Closed GoogleCodeExporter closed 9 years ago

GoogleCodeExporter commented 9 years ago
Please don't remove MapMaker.maximumSize(). I have a use case for it that I 
can't replace with the new Cache.

Consider this: I have a map with a maximum size that I use to cache IDs of 
unique rows in a SQL table. The SQL table has several (1 or more) key columns, 
and can have several additional non-key columns (0 or more). The cache is keyed 
by a List<Object> of the key columns, but if the element is not found, I need 
to insert the non-key columns too. So I have:

private final ConcurrentMap<<List<Object>,Long> = new 
MapMaker().maximumSize(CACHE_CAPACITY).makeMap();

...

List<Object> keys = ...
List<Object> nonKeys = ...
Long dbId = cache.get(keys);
if(dbId == null) {
    dbId = getIdOrInsertRow(keys, nonKeys);
    cache.putIfAbsent(keys, dbId);
}

Basically, if the database ID of the row is not in the database, the 
getIdOrInsertRow() goes and fetches it, *or* if this is an entirely new value 
not yet present in the database, it inserts the row, and for that, it needs to 
use the non-key values too. This is where I can't use a guava Cache (or the 
deprecated computingMap, for that matter): there's no way (except using a 
thread local - ugly!) to communicate the non-keys to the CacheLoader.load(); I 
_absolutely_ need to use the get/putAbsentIf combination.
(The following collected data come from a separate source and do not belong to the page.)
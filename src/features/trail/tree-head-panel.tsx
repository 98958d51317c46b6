import { useMutation } from "@tanstack/react-query";
import { api, errorMessage } from "../../lib/api-client.ts";
import { Button } from "../../components/ui/button.tsx";
import { FileField } from "../../components/ui/field.tsx";
import { Notice } from "../../components/ui/states.tsx";
import type { KeptHeadCheck, SignedTreeHead } from "../../../shared/trail/views.ts";

/** Takes a signed head of the trail for the organisation to keep, and offers it as a file. */
export function TreeHeadPanel({ orgId }: { orgId: number }) {
  const head = useMutation({ mutationFn: () => api<SignedTreeHead>(`/api/orgs/${orgId}/trail/tree-head`) });
  const check = useMutation({
    mutationFn: async (file: File) => {
      let kept: unknown;
      try {
        kept = JSON.parse(await file.text());
      } catch {
        throw new Error(`${file.name} is not a signed head: it is not JSON.`);
      }
      return api<KeptHeadCheck>(`/api/orgs/${orgId}/trail/check-head`, { method: "POST", body: kept });
    },
  });
  const download = (h: SignedTreeHead) => {
    const url = URL.createObjectURL(new Blob([JSON.stringify(h, null, 2)], { type: "application/json" }));
    const a = Object.assign(document.createElement("a"), { href: url, download: `trail-head-${h.treeSize}.json` });
    a.click();
    URL.revokeObjectURL(url);
  };
  return (
    <section aria-labelledby="tree-head" className="mt-6 border-t border-line pt-4">
      <h2 id="tree-head" className="text-lg font-semibold">
        Signed tree head
      </h2>
      <p className="mt-1 max-w-prose text-sm text-ink-500">
        A signed statement of the trail's size and Merkle root now. Keep it: with it your organisation can later prove that no entry before
        it was changed or removed. Your admins also receive one by mail each day.
      </p>
      <div className="mt-3 flex flex-wrap items-center gap-3">
        <Button variant="secondary" onClick={() => head.mutate()} disabled={head.isPending}>
          {head.isPending ? "Signing…" : "Take a signed head"}
        </Button>
        {head.data && (
          <Button variant="secondary" onClick={() => download(head.data)}>
            Download it
          </Button>
        )}
      </div>
      <div className="mt-4">
        <FileField label="Check a head you kept" accept="application/json,.json" onFile={(file) => check.mutate(file)} />
        <div className="mt-2">
          {check.data?.consistent && (
            <Notice tone="success">
              The head you kept is Cellarpact&apos;s, and the trail today ({check.data.currentSize} entries) extends its{" "}
              {check.data.keptSize} entries unchanged.
            </Notice>
          )}
          {check.data && !check.data.consistent && <Notice tone="error">{check.data.reason}</Notice>}
          {check.isError && <Notice tone="error">{errorMessage(check.error)}</Notice>}
        </div>
      </div>
      {head.data && (
        <div role="status">
          <dl className="mt-3 grid max-w-3xl grid-cols-[max-content_1fr] gap-x-4 gap-y-1 text-sm">
            <dt className="text-ink-500">Entries</dt>
            <dd>{head.data.treeSize}</dd>
            <dt className="text-ink-500">Signed at</dt>
            <dd>{new Date(head.data.timestamp).toLocaleString("en-GB", { timeZone: "UTC" })} UTC</dd>
            <dt className="text-ink-500">Merkle root</dt>
            <dd className="break-all font-mono text-xs">{head.data.rootHash}</dd>
            <dt className="text-ink-500">Key</dt>
            <dd className="break-all font-mono text-xs">Ed25519 {head.data.keyId.slice(0, 16)}…</dd>
          </dl>
        </div>
      )}
    </section>
  );
}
Of course, I could go back to just using a synchronized LinkedHashMap with 
finite capacity, but I specifically liked the additional concurrency I got from 
MapMaker…

Original issue reported on code.google.com by szege...@gmail.com on 7 Oct 2011 at 12:06

GoogleCodeExporter commented 9 years ago
Could you use some key object that contains both the keys list and the non-keys 
list but only uses the keys for equality? The CacheLoader would then have the 
non-keys it needs to do the insert. It could even clear its references to the 
non-keys after inserting if that were desired.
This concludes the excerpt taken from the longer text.